----- Data
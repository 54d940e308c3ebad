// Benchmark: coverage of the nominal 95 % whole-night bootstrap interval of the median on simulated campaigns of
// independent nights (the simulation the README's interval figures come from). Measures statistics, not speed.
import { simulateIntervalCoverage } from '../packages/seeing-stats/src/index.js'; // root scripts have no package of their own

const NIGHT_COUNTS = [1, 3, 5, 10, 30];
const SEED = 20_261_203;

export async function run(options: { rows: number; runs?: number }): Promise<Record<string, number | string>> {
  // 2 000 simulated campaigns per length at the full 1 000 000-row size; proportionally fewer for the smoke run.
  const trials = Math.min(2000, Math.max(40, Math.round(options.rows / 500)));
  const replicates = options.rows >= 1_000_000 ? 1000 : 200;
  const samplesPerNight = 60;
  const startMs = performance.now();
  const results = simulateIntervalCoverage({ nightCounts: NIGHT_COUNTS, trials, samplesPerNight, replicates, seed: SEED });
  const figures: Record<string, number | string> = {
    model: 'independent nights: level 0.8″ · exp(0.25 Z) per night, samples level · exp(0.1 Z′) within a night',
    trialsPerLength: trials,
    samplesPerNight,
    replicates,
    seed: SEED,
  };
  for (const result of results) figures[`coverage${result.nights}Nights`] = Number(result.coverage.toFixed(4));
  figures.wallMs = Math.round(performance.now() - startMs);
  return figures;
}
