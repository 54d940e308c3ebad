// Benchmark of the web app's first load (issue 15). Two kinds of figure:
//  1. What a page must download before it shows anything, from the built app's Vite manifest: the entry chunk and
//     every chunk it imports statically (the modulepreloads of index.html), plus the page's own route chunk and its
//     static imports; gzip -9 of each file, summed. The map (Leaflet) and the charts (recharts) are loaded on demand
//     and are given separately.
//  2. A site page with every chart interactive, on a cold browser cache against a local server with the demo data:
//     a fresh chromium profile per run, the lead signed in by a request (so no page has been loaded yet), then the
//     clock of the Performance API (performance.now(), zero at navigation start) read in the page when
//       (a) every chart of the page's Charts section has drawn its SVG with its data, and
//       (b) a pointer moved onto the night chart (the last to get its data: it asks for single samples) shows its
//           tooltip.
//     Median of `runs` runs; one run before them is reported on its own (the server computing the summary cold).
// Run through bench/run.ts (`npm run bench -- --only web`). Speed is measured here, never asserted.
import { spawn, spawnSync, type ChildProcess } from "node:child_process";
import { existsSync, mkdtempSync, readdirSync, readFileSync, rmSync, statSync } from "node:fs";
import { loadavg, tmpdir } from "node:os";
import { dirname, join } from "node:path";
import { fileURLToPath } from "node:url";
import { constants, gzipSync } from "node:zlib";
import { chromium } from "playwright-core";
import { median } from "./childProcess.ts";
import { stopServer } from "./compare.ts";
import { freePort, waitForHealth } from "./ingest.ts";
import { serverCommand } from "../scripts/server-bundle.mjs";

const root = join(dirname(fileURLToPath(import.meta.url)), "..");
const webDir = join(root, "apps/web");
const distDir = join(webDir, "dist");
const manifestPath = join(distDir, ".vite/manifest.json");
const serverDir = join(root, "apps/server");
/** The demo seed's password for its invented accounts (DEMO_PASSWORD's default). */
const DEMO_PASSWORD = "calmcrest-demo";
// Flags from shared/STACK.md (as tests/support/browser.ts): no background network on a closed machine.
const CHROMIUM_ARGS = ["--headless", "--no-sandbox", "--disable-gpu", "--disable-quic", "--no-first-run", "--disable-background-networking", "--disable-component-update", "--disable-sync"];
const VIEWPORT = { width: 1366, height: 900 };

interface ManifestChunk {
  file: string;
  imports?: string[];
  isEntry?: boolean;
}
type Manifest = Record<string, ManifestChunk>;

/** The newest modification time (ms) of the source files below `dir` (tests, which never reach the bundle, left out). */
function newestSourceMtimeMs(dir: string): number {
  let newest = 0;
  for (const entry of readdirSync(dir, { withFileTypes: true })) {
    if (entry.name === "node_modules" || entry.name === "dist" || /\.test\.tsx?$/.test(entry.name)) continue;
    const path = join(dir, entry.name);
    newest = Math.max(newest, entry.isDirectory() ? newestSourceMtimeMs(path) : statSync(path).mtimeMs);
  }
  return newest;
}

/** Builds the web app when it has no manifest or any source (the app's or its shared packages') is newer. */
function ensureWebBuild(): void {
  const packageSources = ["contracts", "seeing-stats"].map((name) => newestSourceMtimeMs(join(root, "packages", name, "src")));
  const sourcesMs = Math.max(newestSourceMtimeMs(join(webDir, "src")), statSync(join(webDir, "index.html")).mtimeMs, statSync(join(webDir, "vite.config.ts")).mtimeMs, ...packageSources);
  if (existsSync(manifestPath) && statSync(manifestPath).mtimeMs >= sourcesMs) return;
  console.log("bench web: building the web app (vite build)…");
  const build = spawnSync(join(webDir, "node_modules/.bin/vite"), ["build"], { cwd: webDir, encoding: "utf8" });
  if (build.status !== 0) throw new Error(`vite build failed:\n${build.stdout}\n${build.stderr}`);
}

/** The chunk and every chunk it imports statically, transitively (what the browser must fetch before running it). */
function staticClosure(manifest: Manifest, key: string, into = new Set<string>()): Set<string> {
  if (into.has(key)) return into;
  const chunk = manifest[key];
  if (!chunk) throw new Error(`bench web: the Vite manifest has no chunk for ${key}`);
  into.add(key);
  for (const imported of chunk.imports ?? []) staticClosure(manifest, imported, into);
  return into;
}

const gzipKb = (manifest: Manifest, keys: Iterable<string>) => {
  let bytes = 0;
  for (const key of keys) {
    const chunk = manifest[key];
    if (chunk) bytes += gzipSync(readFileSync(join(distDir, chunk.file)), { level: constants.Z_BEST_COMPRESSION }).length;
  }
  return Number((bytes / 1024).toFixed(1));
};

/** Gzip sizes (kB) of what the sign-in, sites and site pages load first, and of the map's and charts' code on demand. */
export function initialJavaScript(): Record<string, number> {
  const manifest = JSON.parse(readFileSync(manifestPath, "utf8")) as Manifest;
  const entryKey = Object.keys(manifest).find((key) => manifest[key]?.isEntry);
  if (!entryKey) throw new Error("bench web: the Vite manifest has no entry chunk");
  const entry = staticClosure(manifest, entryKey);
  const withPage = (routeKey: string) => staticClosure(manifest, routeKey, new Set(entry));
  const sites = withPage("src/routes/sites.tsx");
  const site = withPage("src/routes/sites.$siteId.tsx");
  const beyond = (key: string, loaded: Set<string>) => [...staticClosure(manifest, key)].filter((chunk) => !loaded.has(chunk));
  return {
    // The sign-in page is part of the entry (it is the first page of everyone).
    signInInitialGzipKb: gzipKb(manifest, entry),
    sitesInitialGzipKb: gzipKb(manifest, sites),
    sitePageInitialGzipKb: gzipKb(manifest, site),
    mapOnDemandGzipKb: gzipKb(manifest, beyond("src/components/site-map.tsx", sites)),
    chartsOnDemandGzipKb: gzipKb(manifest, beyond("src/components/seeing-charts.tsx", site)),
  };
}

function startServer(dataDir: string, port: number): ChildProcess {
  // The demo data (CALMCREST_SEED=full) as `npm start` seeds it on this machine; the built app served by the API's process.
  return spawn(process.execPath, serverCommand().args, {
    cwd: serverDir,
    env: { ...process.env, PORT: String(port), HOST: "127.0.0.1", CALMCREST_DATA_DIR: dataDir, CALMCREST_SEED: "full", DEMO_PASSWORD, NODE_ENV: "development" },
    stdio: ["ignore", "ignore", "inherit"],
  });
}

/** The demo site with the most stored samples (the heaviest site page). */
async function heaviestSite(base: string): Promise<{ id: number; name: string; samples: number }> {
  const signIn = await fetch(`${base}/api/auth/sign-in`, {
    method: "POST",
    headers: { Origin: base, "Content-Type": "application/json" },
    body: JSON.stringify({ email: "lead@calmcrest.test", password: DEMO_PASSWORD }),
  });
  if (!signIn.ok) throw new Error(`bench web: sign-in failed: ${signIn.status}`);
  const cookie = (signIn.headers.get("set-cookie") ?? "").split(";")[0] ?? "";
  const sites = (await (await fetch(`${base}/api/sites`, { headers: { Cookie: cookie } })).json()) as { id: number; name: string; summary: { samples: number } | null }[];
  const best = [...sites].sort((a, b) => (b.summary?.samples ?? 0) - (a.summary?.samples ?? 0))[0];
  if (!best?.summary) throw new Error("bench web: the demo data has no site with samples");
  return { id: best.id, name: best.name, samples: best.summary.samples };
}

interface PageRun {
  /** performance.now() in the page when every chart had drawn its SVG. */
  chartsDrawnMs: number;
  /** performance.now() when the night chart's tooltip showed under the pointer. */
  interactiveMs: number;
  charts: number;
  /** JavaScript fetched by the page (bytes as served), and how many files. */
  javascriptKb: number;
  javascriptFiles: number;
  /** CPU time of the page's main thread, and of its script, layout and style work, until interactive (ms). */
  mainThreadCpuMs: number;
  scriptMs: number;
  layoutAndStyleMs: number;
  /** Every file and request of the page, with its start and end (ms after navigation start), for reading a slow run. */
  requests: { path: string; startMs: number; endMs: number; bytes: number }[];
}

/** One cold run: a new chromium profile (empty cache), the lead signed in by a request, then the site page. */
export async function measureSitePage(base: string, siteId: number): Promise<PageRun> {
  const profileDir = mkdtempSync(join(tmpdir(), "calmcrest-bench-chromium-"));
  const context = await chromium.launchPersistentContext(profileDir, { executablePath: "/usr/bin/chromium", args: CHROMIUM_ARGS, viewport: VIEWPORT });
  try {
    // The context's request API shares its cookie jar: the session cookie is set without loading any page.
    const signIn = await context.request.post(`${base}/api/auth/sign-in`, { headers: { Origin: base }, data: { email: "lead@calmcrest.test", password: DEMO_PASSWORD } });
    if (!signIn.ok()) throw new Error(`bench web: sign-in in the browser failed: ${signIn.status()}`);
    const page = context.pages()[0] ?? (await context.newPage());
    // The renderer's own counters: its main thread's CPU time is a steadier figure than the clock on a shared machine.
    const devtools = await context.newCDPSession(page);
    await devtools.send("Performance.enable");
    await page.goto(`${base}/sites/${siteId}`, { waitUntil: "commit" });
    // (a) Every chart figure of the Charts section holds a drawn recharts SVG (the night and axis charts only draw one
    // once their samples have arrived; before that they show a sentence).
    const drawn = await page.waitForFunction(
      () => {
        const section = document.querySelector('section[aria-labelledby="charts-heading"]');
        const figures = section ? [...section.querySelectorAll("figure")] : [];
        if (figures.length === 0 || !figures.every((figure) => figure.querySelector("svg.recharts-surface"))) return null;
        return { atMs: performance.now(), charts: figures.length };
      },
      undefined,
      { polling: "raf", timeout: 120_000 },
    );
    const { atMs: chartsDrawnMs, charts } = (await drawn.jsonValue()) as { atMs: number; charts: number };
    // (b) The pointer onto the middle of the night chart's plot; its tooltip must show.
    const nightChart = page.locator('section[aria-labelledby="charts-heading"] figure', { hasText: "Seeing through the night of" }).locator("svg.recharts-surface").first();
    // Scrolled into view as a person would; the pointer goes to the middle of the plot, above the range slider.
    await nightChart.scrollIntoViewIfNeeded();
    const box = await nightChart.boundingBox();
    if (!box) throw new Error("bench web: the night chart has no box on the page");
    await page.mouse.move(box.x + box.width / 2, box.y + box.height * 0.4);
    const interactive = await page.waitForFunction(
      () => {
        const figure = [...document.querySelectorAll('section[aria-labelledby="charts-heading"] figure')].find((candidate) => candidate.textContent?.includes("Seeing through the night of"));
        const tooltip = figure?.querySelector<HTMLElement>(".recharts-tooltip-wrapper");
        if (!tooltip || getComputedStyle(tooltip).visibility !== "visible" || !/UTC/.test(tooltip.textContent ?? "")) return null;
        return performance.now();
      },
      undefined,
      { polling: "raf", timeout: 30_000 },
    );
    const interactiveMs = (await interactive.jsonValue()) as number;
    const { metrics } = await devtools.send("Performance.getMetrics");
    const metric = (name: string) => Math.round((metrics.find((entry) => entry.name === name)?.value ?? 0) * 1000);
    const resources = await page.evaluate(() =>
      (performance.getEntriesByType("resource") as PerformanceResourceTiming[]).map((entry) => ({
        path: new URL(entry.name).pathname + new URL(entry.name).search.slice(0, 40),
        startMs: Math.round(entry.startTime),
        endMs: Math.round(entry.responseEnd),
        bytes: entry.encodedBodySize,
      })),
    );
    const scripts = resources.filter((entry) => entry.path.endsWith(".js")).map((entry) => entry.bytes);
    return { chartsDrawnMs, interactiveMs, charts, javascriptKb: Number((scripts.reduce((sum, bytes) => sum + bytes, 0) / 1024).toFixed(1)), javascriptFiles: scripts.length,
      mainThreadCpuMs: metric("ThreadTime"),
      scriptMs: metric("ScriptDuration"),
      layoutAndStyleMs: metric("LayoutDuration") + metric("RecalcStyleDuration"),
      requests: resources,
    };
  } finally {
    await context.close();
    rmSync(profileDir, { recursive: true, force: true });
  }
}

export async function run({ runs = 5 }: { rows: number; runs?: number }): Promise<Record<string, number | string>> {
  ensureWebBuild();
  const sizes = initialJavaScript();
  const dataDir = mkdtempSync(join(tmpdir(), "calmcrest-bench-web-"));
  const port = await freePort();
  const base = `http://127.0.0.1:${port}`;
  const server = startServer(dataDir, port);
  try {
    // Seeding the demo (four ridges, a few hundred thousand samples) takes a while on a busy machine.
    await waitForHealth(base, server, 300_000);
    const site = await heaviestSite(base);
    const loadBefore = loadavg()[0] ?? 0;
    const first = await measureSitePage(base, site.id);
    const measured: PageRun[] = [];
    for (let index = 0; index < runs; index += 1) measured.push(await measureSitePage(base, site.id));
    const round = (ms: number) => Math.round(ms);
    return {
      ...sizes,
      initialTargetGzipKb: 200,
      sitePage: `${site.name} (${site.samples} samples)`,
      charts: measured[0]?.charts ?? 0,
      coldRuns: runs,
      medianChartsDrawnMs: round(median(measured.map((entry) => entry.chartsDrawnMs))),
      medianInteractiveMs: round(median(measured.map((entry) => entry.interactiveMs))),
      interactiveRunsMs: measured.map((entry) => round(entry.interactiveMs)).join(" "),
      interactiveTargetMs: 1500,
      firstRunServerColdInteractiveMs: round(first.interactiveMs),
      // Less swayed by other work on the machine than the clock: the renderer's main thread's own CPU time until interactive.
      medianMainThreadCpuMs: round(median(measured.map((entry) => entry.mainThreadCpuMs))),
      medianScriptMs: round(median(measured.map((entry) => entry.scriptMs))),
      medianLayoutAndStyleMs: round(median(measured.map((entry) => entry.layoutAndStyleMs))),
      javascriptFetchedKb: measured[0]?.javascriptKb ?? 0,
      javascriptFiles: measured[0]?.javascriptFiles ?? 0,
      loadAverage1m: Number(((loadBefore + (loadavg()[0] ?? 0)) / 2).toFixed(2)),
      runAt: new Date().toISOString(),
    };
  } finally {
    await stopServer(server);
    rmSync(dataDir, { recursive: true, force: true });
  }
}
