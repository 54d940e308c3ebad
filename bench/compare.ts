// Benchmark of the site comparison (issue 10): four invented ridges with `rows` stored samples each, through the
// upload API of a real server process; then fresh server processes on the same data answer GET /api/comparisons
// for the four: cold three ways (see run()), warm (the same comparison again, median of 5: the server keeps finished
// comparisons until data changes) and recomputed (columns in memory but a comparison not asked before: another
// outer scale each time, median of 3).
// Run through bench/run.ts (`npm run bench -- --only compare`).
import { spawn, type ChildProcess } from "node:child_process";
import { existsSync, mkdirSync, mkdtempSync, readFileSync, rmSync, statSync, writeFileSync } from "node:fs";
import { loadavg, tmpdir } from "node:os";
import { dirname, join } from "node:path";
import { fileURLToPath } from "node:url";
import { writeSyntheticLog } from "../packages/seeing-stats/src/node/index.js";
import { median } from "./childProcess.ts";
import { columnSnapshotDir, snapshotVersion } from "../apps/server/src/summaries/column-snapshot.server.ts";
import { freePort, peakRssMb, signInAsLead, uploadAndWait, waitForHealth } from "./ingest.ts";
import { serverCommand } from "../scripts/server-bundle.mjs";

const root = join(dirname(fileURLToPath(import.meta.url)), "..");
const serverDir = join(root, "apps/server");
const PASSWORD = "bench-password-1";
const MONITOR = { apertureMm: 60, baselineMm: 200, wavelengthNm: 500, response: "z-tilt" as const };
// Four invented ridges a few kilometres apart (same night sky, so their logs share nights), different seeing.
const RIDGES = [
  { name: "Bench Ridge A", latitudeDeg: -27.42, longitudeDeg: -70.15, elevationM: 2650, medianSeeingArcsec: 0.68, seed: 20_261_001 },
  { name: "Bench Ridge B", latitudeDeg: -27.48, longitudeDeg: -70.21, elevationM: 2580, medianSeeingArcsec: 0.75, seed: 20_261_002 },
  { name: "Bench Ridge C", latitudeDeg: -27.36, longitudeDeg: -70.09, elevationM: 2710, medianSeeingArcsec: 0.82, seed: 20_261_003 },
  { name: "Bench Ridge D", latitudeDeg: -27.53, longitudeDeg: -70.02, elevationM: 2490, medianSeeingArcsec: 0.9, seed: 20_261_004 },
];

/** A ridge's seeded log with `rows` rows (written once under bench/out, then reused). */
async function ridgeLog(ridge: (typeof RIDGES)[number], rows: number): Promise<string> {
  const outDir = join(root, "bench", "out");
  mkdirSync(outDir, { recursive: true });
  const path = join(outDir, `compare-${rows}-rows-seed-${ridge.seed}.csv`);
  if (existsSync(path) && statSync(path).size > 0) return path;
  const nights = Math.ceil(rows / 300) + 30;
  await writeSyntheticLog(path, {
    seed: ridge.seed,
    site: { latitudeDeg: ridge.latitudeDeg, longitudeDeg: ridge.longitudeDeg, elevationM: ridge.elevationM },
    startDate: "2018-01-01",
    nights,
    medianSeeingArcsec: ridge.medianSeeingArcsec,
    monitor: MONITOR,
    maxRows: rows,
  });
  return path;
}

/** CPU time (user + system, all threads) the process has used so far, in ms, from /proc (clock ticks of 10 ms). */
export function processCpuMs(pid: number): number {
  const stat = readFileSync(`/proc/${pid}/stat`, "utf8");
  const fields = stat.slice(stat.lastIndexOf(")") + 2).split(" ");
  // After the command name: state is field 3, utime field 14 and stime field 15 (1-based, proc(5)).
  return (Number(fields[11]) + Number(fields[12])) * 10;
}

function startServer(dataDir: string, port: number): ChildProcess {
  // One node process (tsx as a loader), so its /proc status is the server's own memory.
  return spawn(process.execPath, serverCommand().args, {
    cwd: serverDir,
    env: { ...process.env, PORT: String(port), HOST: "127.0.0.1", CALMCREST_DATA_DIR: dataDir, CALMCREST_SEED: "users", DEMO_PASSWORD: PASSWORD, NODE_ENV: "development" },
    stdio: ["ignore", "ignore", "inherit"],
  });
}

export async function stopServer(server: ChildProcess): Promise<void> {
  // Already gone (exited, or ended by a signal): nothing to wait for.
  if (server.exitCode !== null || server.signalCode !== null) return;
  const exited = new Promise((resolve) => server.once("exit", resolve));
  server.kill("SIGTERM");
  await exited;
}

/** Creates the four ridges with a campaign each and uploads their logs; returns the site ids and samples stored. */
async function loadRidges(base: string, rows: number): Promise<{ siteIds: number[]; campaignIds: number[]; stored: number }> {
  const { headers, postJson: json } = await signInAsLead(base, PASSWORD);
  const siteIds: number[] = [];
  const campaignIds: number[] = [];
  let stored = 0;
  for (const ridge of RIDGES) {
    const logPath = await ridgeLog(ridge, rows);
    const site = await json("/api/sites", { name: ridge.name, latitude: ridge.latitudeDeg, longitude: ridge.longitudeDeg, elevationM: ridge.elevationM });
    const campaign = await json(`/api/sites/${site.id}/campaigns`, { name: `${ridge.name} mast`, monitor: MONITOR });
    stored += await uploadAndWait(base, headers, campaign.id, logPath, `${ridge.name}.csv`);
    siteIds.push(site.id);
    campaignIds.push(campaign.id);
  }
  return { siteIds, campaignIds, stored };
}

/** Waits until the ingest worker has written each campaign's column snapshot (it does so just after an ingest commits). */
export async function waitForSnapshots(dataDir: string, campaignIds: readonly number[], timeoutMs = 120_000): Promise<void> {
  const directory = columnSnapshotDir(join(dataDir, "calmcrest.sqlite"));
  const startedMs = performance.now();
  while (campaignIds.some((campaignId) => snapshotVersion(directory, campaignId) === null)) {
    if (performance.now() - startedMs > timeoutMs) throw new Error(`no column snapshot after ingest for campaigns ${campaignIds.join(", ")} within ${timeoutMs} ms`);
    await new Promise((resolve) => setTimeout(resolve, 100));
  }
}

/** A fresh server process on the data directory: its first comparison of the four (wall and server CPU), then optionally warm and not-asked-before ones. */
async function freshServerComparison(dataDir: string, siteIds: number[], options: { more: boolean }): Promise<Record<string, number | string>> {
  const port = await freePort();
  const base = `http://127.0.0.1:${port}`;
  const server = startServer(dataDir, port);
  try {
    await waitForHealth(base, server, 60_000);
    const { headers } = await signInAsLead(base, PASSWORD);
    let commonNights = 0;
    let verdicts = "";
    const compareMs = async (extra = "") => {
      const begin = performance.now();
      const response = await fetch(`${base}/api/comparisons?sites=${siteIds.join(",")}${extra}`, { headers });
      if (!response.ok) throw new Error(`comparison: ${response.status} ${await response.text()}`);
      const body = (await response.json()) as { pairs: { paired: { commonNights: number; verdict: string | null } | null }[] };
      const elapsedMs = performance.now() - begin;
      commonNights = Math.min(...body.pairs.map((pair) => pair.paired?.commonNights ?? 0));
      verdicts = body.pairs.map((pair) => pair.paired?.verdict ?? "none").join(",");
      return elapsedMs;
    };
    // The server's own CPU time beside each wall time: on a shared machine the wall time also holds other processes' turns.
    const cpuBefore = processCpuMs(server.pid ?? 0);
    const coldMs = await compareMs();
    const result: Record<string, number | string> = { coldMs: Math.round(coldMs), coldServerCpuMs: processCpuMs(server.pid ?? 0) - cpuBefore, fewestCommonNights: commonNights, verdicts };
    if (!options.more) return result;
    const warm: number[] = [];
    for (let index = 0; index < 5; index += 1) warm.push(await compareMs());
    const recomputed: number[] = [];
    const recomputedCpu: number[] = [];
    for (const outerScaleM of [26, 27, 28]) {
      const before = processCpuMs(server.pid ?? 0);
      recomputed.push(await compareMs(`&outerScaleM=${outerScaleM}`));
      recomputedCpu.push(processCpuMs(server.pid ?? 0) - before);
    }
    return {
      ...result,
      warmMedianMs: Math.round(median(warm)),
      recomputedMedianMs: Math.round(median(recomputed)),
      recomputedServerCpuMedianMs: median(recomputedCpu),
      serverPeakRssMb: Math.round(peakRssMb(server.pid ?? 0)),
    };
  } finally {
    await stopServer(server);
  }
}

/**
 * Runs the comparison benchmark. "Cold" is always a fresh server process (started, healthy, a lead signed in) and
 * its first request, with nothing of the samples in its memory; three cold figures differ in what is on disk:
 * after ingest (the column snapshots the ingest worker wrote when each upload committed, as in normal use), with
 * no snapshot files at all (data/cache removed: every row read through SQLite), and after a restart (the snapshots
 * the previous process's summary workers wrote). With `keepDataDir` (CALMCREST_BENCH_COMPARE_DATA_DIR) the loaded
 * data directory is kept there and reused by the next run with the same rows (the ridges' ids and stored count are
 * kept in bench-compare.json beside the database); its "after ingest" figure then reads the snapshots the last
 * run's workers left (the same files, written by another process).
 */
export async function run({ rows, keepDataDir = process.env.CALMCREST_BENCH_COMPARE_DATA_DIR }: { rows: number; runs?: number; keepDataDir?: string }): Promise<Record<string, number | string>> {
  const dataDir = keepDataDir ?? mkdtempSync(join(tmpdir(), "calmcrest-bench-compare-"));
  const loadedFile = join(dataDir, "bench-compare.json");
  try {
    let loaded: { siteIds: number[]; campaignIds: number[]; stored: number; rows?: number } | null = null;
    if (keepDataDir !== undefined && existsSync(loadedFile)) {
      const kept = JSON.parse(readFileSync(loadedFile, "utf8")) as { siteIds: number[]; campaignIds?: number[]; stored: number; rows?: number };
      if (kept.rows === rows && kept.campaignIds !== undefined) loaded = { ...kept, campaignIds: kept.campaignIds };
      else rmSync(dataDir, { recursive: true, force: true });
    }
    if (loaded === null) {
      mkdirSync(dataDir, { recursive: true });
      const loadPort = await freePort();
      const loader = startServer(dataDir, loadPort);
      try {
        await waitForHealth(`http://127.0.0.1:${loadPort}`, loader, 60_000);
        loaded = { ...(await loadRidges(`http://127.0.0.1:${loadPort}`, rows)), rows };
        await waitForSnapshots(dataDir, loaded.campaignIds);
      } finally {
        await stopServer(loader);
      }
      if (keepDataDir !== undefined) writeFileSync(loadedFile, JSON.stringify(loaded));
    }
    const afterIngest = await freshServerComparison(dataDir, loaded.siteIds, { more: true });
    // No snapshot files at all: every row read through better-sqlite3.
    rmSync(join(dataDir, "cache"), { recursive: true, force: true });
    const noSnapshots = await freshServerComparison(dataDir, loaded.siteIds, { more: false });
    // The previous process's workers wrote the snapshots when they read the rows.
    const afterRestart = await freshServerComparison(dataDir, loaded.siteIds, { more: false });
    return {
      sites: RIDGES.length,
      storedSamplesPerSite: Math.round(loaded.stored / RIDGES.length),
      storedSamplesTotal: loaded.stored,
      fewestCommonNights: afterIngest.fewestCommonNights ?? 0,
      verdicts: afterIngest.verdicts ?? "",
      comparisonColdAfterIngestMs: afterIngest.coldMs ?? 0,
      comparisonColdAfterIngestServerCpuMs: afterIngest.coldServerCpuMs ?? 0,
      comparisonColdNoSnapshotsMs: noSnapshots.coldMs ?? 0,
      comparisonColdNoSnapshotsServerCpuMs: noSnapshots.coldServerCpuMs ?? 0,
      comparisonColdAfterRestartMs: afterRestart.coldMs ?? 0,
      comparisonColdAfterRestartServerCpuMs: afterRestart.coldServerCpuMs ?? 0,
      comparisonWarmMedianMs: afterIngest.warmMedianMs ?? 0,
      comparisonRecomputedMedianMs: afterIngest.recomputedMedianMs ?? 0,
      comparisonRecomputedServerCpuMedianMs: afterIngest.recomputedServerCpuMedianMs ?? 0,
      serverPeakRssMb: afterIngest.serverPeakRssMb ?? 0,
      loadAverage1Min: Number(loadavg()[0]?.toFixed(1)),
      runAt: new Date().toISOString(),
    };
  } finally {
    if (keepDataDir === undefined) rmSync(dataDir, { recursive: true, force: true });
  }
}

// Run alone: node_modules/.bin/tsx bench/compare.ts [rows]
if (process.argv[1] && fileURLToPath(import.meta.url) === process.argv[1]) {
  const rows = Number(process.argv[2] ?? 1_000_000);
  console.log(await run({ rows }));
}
----------
▶ **Brief**
In the entries above, find the line holding "await exited;" and the line holding "headers, postJson: json"; print both of them and every line between, exactly, and nothing else.

▶ **Task answer**
  await exited;
}

/** Creates the four ridges with a campaign each and uploads their logs; returns the site ids and samples stored. */
async function loadRidges(base: string, rows: number): Promise<{ siteIds: number[]; campaignIds: number[]; stored: number }> {
  const { headers, postJson: json } = await signInAsLead(base, PASSWORD);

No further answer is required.